= Exercise aim =
Write the records below out again. Match them exactly.

.....

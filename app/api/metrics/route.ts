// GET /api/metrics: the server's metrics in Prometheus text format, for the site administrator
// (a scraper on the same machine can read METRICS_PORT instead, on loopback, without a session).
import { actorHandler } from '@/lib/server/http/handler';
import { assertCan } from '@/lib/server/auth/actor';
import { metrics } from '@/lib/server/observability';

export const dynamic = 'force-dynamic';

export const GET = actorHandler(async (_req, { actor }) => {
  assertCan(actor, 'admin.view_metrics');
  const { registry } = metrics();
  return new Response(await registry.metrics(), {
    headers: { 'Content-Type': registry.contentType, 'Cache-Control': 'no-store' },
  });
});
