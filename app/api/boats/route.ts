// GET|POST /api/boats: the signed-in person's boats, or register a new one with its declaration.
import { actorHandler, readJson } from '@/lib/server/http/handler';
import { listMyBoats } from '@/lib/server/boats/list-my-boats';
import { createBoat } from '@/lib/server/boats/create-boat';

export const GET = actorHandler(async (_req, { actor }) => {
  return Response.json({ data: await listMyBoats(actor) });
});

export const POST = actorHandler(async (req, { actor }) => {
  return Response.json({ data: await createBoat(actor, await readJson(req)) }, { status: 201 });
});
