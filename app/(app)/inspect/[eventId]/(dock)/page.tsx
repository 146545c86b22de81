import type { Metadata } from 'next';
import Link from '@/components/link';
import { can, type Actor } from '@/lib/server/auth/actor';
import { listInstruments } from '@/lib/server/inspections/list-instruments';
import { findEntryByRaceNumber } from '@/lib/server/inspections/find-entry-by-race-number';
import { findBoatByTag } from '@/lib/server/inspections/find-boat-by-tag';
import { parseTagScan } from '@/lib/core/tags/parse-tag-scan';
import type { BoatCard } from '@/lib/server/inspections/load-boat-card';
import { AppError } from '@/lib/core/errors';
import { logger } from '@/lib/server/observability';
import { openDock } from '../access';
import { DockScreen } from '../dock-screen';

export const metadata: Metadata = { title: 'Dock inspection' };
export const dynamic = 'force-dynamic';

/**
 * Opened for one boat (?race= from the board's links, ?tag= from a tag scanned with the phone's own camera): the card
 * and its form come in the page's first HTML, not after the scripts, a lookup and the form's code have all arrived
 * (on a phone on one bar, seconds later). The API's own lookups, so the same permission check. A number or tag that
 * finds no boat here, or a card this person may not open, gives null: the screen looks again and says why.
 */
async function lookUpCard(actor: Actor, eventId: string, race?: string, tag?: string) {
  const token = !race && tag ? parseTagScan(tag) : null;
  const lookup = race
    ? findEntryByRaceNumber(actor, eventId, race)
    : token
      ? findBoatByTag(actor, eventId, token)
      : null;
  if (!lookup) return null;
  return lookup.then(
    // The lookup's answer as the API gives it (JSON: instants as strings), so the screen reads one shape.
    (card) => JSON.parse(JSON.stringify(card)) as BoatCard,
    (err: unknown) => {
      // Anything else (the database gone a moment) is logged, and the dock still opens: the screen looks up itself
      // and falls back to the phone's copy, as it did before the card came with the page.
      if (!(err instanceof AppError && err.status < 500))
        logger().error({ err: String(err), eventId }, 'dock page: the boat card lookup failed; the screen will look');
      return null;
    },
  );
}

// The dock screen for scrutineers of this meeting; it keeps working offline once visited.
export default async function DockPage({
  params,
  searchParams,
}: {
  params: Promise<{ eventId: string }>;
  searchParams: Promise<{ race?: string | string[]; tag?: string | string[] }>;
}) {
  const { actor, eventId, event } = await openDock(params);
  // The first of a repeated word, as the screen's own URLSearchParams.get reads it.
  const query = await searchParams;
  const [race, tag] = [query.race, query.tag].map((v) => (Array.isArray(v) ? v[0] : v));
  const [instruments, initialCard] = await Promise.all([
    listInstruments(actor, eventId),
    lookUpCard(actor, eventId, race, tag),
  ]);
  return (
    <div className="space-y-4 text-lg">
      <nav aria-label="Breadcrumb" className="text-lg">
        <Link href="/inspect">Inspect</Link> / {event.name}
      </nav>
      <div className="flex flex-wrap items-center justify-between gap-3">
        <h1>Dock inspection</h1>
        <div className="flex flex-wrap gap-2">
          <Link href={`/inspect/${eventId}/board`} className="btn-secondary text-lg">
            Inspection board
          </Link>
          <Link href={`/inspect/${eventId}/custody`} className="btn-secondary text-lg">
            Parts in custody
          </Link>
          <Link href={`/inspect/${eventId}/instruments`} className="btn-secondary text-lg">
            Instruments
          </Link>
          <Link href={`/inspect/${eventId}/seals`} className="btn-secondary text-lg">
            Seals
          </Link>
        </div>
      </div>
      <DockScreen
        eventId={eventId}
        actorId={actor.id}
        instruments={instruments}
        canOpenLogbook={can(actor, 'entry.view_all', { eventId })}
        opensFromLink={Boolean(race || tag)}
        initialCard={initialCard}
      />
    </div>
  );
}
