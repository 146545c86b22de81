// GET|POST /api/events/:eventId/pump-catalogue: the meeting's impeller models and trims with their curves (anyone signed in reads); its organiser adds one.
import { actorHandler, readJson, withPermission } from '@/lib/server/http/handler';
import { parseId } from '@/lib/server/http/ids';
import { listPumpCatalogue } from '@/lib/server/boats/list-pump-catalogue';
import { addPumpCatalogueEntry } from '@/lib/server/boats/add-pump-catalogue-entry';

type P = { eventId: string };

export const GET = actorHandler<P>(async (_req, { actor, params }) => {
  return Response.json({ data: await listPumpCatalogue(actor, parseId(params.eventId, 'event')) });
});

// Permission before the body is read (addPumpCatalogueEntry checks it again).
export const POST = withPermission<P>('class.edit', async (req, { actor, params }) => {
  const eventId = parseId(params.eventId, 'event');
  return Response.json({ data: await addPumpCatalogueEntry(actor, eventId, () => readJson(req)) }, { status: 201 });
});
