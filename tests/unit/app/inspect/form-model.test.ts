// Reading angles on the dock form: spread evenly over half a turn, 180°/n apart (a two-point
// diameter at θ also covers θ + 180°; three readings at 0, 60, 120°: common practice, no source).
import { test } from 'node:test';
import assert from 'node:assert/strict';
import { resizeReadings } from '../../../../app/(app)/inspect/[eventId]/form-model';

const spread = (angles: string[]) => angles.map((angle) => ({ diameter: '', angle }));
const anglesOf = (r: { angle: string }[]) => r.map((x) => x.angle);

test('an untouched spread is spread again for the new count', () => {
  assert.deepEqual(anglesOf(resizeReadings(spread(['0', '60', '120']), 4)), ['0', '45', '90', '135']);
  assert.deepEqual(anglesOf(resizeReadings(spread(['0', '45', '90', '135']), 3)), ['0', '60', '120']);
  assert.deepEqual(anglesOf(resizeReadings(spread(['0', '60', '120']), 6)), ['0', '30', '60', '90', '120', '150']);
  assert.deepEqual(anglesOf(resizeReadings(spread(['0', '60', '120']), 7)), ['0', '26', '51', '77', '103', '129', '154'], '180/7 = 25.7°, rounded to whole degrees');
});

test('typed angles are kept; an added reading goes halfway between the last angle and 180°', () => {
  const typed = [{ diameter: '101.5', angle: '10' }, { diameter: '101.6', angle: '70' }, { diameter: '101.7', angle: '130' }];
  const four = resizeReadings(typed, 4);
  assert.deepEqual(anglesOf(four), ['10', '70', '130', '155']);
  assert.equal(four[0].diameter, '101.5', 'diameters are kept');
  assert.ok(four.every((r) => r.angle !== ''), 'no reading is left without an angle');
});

.....

= Task result =
filename app/api/metrics/route.ts
// GET /api/metrics: the server's metrics in Prometheus text format, for the site administrator
// (a scraper on the same machine can read METRICS_PORT instead, on loopback, without a session).
import { actorHandler } from '@/lib/server/http/handler';
import { assertCan } from '@/lib/server/auth/actor';
import { metrics } from '@/lib/server/observability';

export const dynamic = 'force-dynamic';

export const GET = actorHandler(async (_req, { actor }) => {
  assertCan(actor, 'admin.view_metrics');
  const { registry } = metrics();
  return new Response(await registry.metrics(), {
    headers: { 'Content-Type': registry.contentType, 'Cache-Control': 'no-store' },
  });
});
filename app/api/boats/route.ts
// GET|POST /api/boats: the signed-in person's boats, or register a new one with its declaration.
import { actorHandler, readJson } from '@/lib/server/http/handler';
import { listMyBoats } from '@/lib/server/boats/list-my-boats';
import { createBoat } from '@/lib/server/boats/create-boat';

export const GET = actorHandler(async (_req, { actor }) => {
  return Response.json({ data: await listMyBoats(actor) });
});

export const POST = actorHandler(async (req, { actor }) => {
  return Response.json({ data: await createBoat(actor, await readJson(req)) }, { status: 201 });
});
filename app/(app)/inspect/[eventId]/(dock)/page.tsx
repository 146545c86b22de81
import type { Metadata } from 'next';
import Link from '@/components/link';
import { can, type Actor } from '@/lib/server/auth/actor';
import { listInstruments } from '@/lib/server/inspections/list-instruments';
import { findEntryByRaceNumber } from '@/lib/server/inspections/find-entry-by-race-number';
import { findBoatByTag } from '@/lib/server/inspections/find-boat-by-tag';
import { parseTagScan } from '@/lib/core/tags/parse-tag-scan';
import type { BoatCard } from '@/lib/server/inspections/load-boat-card';
import { AppError } from '@/lib/core/errors';
import { logger } from '@/lib/server/observability';
import { openDock } from '../access';
import { DockScreen } from '../dock-screen';

export const metadata: Metadata = { title: 'Dock inspection' };
export const dynamic = 'force-dynamic';

/**
 * Opened for one boat (?race= from the board's links, ?tag= from a tag scanned with the phone's own camera): the card
 * and its form come in the page's first HTML, not after the scripts, a lookup and the form's code have all arrived
 * (on a phone on one bar, seconds later). The API's own lookups, so the same permission check. A number or tag that
 * finds no boat here, or a card this person may not open, gives null: the screen looks again and says why.
 */
async function lookUpCard(actor: Actor, eventId: string, race?: string, tag?: string) {
  const token = !race && tag ? parseTagScan(tag) : null;
  const lookup = race
    ? findEntryByRaceNumber(actor, eventId, race)
    : token
      ? findBoatByTag(actor, eventId, token)
      : null;
  if (!lookup) return null;
  return lookup.then(
    // The lookup's answer as the API gives it (JSON: instants as strings), so the screen reads one shape.
    (card) => JSON.parse(JSON.stringify(card)) as BoatCard,
    (err: unknown) => {
      // Anything else (the database gone a moment) is logged, and the dock still opens: the screen looks up itself
      // and falls back to the phone's copy, as it did before the card came with the page.
      if (!(err instanceof AppError && err.status < 500))
        logger().error({ err: String(err), eventId }, 'dock page: the boat card lookup failed; the screen will look');
      return null;
    },
  );
}

// The dock screen for scrutineers of this meeting; it keeps working offline once visited.
export default async function DockPage({
  params,
  searchParams,
}: {
  params: Promise<{ eventId: string }>;
  searchParams: Promise<{ race?: string | string[]; tag?: string | string[] }>;
}) {
  const { actor, eventId, event } = await openDock(params);
  // The first of a repeated word, as the screen's own URLSearchParams.get reads it.
  const query = await searchParams;
  const [race, tag] = [query.race, query.tag].map((v) => (Array.isArray(v) ? v[0] : v));
  const [instruments, initialCard] = await Promise.all([
    listInstruments(actor, eventId),
    lookUpCard(actor, eventId, race, tag),
  ]);
  return (
    <div className="space-y-4 text-lg">
      <nav aria-label="Breadcrumb" className="text-lg">
        <Link href="/inspect">Inspect</Link> / {event.name}
      </nav>
      <div className="flex flex-wrap items-center justify-between gap-3">
        <h1>Dock inspection</h1>
        <div className="flex flex-wrap gap-2">
          <Link href={`/inspect/${eventId}/board`} className="btn-secondary text-lg">
            Inspection board
          </Link>
          <Link href={`/inspect/${eventId}/custody`} className="btn-secondary text-lg">
            Parts in custody
          </Link>
          <Link href={`/inspect/${eventId}/instruments`} className="btn-secondary text-lg">
            Instruments
          </Link>
          <Link href={`/inspect/${eventId}/seals`} className="btn-secondary text-lg">
            Seals
          </Link>
        </div>
      </div>
      <DockScreen
        eventId={eventId}
        actorId={actor.id}
        instruments={instruments}
        canOpenLogbook={can(actor, 'entry.view_all', { eventId })}
        opensFromLink={Boolean(race || tag)}
        initialCard={initialCard}
      />
    </div>
  );
}
repository 146545c86b22de81
// GET|POST /api/events/:eventId/pump-catalogue: the meeting's impeller models and trims with their curves (anyone signed in reads); its organiser adds one.
import { actorHandler, readJson, withPermission } from '@/lib/server/http/handler';
import { parseId } from '@/lib/server/http/ids';
import { listPumpCatalogue } from '@/lib/server/boats/list-pump-catalogue';
import { addPumpCatalogueEntry } from '@/lib/server/boats/add-pump-catalogue-entry';

type P = { eventId: string };

export const GET = actorHandler<P>(async (_req, { actor, params }) => {
  return Response.json({ data: await listPumpCatalogue(actor, parseId(params.eventId, 'event')) });
});

// Permission before the body is read (addPumpCatalogueEntry checks it again).
export const POST = withPermission<P>('class.edit', async (req, { actor, params }) => {
  const eventId = parseId(params.eventId, 'event');
  return Response.json({ data: await addPumpCatalogueEntry(actor, eventId, () => readJson(req)) }, { status: 201 });
});
filename tests/unit/app/inspect/form-model.test.ts
// Reading angles on the dock form: spread evenly over half a turn, 180°/n apart (a two-point
// diameter at θ also covers θ + 180°; three readings at 0, 60, 120°: common practice, no source).
import { test } from 'node:test';
import assert from 'node:assert/strict';
import { resizeReadings } from '../../../../app/(app)/inspect/[eventId]/form-model';

const spread = (angles: string[]) => angles.map((angle) => ({ diameter: '', angle }));
const anglesOf = (r: { angle: string }[]) => r.map((x) => x.angle);

test('an untouched spread is spread again for the new count', () => {
  assert.deepEqual(anglesOf(resizeReadings(spread(['0', '60', '120']), 4)), ['0', '45', '90', '135']);
  assert.deepEqual(anglesOf(resizeReadings(spread(['0', '45', '90', '135']), 3)), ['0', '60', '120']);
  assert.deepEqual(anglesOf(resizeReadings(spread(['0', '60', '120']), 6)), ['0', '30', '60', '90', '120', '150']);
  assert.deepEqual(anglesOf(resizeReadings(spread(['0', '60', '120']), 7)), ['0', '26', '51', '77', '103', '129', '154'], '180/7 = 25.7°, rounded to whole degrees');
});

test('typed angles are kept; an added reading goes halfway between the last angle and 180°', () => {
  const typed = [{ diameter: '101.5', angle: '10' }, { diameter: '101.6', angle: '70' }, { diameter: '101.7', angle: '130' }];
  const four = resizeReadings(typed, 4);
  assert.deepEqual(anglesOf(four), ['10', '70', '130', '155']);
  assert.equal(four[0].diameter, '101.5', 'diameters are kept');
  assert.ok(four.every((r) => r.angle !== ''), 'no reading is left without an angle');
});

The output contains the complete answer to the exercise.